Assigned task: Reproduce word for word the lines between those holding "rise, polar = _event(day, lat_deg, lon_deg, noon_h" and "return min(inside) if inside else None", inclusive, and nothing else from the data below.

Exercise material:
◇ ◇ ◇ ◇

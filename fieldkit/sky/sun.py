"""Sun position, sunrise and sunset by the NOAA solar calculator equations.

References
----------
.. [1] NOAA Global Monitoring Laboratory, "Solar Calculation Details" and the NOAA_Solar_Calculations
   spreadsheet (general solar position equations after J. Meeus, *Astronomical Algorithms*, 2nd ed.,
   Willmann-Bell, 1998, ch. 25 and 28).
"""

from __future__ import annotations

import datetime as dt
from dataclasses import dataclass

import numpy as np

SUNRISE_ZENITH_DEG = 90.833  # sun's upper limb on the horizon with standard refraction; NOAA [1]
_J2000 = 2451545.0  # Julian day of 2000-01-01 12:00 TT; Meeus ch. 7


@dataclass(frozen=True)
class SunTimes:
    """Sunrise and sunset of one UTC day at one place.

    Attributes
    ----------
    sunrise_utc_h, sunset_utc_h : float or None
        Hours after 00:00 UTC of the day, 0 <= t < 24; None when the sun does not rise (set) within
        the UTC day (see ``polar``).
    solar_noon_utc_h : float
        Hours after 00:00 UTC [h].
    polar : str or None
        "polar-night" or "midnight-sun" when the sun stays below or above the horizon all day.
        Near the polar circles a UTC day can also hold only a sunrise or only a sunset.
    """

    sunrise_utc_h: float | None
    sunset_utc_h: float | None
    solar_noon_utc_h: float
    polar: str | None


def _julian_day(day: dt.date, utc_hours):
    ordinal = day.toordinal() + 1721424.5  # Julian day of 00:00 UTC (proleptic Gregorian)
    return ordinal + np.asarray(utc_hours, dtype=float) / 24.0


def _declination_and_eot(jd):
    """Solar declination [rad] and equation of time [min] (NOAA spreadsheet, columns G–V)."""
    t = (jd - _J2000) / 36525.0
    l0 = np.radians(np.mod(280.46646 + t * (36000.76983 + t * 0.0003032), 360.0))
    m = np.radians(357.52911 + t * (35999.05029 - 0.0001537 * t))
    e = 0.016708634 - t * (0.000042037 + 0.0000001267 * t)
    c = (
        np.sin(m) * (1.914602 - t * (0.004817 + 0.000014 * t))
        + np.sin(2 * m) * (0.019993 - 0.000101 * t)
        + np.sin(3 * m) * 0.000289
    )
    true_long = np.degrees(l0) + c
    omega = np.radians(125.04 - 1934.136 * t)
    app_long = np.radians(true_long - 0.00569 - 0.00478 * np.sin(omega))
    eps0 = 23.0 + (26.0 + (21.448 - t * (46.815 + t * (0.00059 - t * 0.001813))) / 60.0) / 60.0
    eps = np.radians(eps0 + 0.00256 * np.cos(omega))
    decl = np.arcsin(np.sin(eps) * np.sin(app_long))
    y = np.tan(eps / 2.0) ** 2
    eot = 4.0 * np.degrees(
        y * np.sin(2 * l0)
        - 2 * e * np.sin(m)
        + 4 * e * y * np.sin(m) * np.cos(2 * l0)
        - 0.5 * y * y * np.sin(4 * l0)
        - 1.25 * e * e * np.sin(2 * m)
    )
    return decl, eot


def solar_zenith_deg(*, day: dt.date, utc_hours, lat_deg: float, lon_deg: float):
    """Solar zenith angle (no refraction) at the given UTC hours of a day.

    Parameters
    ----------
    day : datetime.date
        The UTC day.
    utc_hours : float or array_like
        Hours after 00:00 UTC [h].
    lat_deg, lon_deg : float
        Site latitude (north positive) and longitude (east positive) [deg].

    Returns
    -------
    ndarray
        Zenith angle of the sun's centre [deg].

    References
    ----------
    NOAA solar calculator equations [1]_ (true solar time, hour angle, zenith).
    """
    hours = np.asarray(utc_hours, dtype=float)
    decl, eot = _declination_and_eot(_julian_day(day, hours))
    true_solar_min = np.mod(hours * 60.0 + eot + 4.0 * lon_deg, 1440.0)
    hour_angle = np.radians(true_solar_min / 4.0 - 180.0)
    lat = np.radians(lat_deg)
    cos_z = np.sin(lat) * np.sin(decl) + np.cos(lat) * np.cos(decl) * np.cos(hour_angle)
    return np.degrees(np.arccos(np.clip(cos_z, -1.0, 1.0)))


def _event(day: dt.date, lat_deg: float, lon_deg: float, guess_h: float, sign: int):
    """Sunrise (sign -1) or sunset (+1) near ``guess_h``: two fixed-point passes of the NOAA method."""
    t = guess_h
    for _ in range(3):
        decl, eot = _declination_and_eot(_julian_day(day, t))
        lat = np.radians(lat_deg)
        cos_ha = np.cos(np.radians(SUNRISE_ZENITH_DEG)) / (np.cos(lat) * np.cos(decl)) - np.tan(
            lat
        ) * np.tan(decl)
        if cos_ha > 1.0:
            return None, "polar-night"
        if cos_ha < -1.0:
            return None, "midnight-sun"
        ha_deg = np.degrees(np.arccos(cos_ha))
        noon_min = 720.0 - 4.0 * lon_deg - eot
        t = float((noon_min + sign * 4.0 * ha_deg) / 60.0)
    return t, None


def _local_day_events(day: dt.date, lat_deg: float, lon_deg: float):
    _, eot = _declination_and_eot(_julian_day(day, 12.0))
    noon_h = float((720.0 - 4.0 * lon_deg - eot) / 60.0)
    rise, polar = _event(day, lat_deg, lon_deg, noon_h - 6.0, -1)
    if polar:
        return noon_h, None, None, polar
    sett, polar = _event(day, lat_deg, lon_deg, noon_h + 6.0, +1)
    if polar:
        return noon_h, None, None, polar
    return noon_h, rise, sett, None


def _inside(times: list[float]) -> float | None:
    inside = [t for t in times if 0.0 <= t < 24.0]
    return min(inside) if inside else None


def sun_times(*, day: dt.date, lat_deg: float, lon_deg: float) -> SunTimes:
    """Sunrise, sunset and solar noon in hours UTC within the given UTC day.

    Far from Greenwich the solar day straddles two UTC days (at 151 E the sun sets at about 08:50
    and rises at about 18:40 UTC); the events returned are those that fall inside 00:00–24:00 UTC,
    taken from the solar days before, of and after ``day``.

    Parameters
    ----------
    day : datetime.date
        The UTC day.
    lat_deg, lon_deg : float
        Site latitude and longitude (east positive) [deg].

    Returns
    -------
    SunTimes

    References
    ----------
    NOAA solar calculator [1]_: hour angle of sunrise at zenith 90.833 deg; solar noon
    ``720 - 4 lon - EoT`` minutes UTC.
    """
    noons, rises, sets, polar_of_day = [], [], [], None
    for shift in (-1, 0, 1):
        noon, rise, sett, polar = _local_day_events(
            day + dt.timedelta(days=shift), lat_deg, lon_deg
        )
        noons.append(noon + 24.0 * shift)
        if shift == 0:
            polar_of_day = polar
        if rise is not None:
            rises.append(rise + 24.0 * shift)
            sets.append(sett + 24.0 * shift)
    noon = _inside(noons)
    if noon is None:
        noon = noons[1] % 24.0
    return SunTimes(_inside(rises), _inside(sets), noon, polar_of_day if not rises else None)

◇ ◇ ◇ ◇

Answer for this exercise:
    rise, polar = _event(day, lat_deg, lon_deg, noon_h - 6.0, -1)
    if polar:
        return noon_h, None, None, polar
    sett, polar = _event(day, lat_deg, lon_deg, noon_h + 6.0, +1)
    if polar:
        return noon_h, None, None, polar
    return noon_h, rise, sett, None


def _inside(times: list[float]) -> float | None:
    inside = [t for t in times if 0.0 <= t < 24.0]
    return min(inside) if inside else None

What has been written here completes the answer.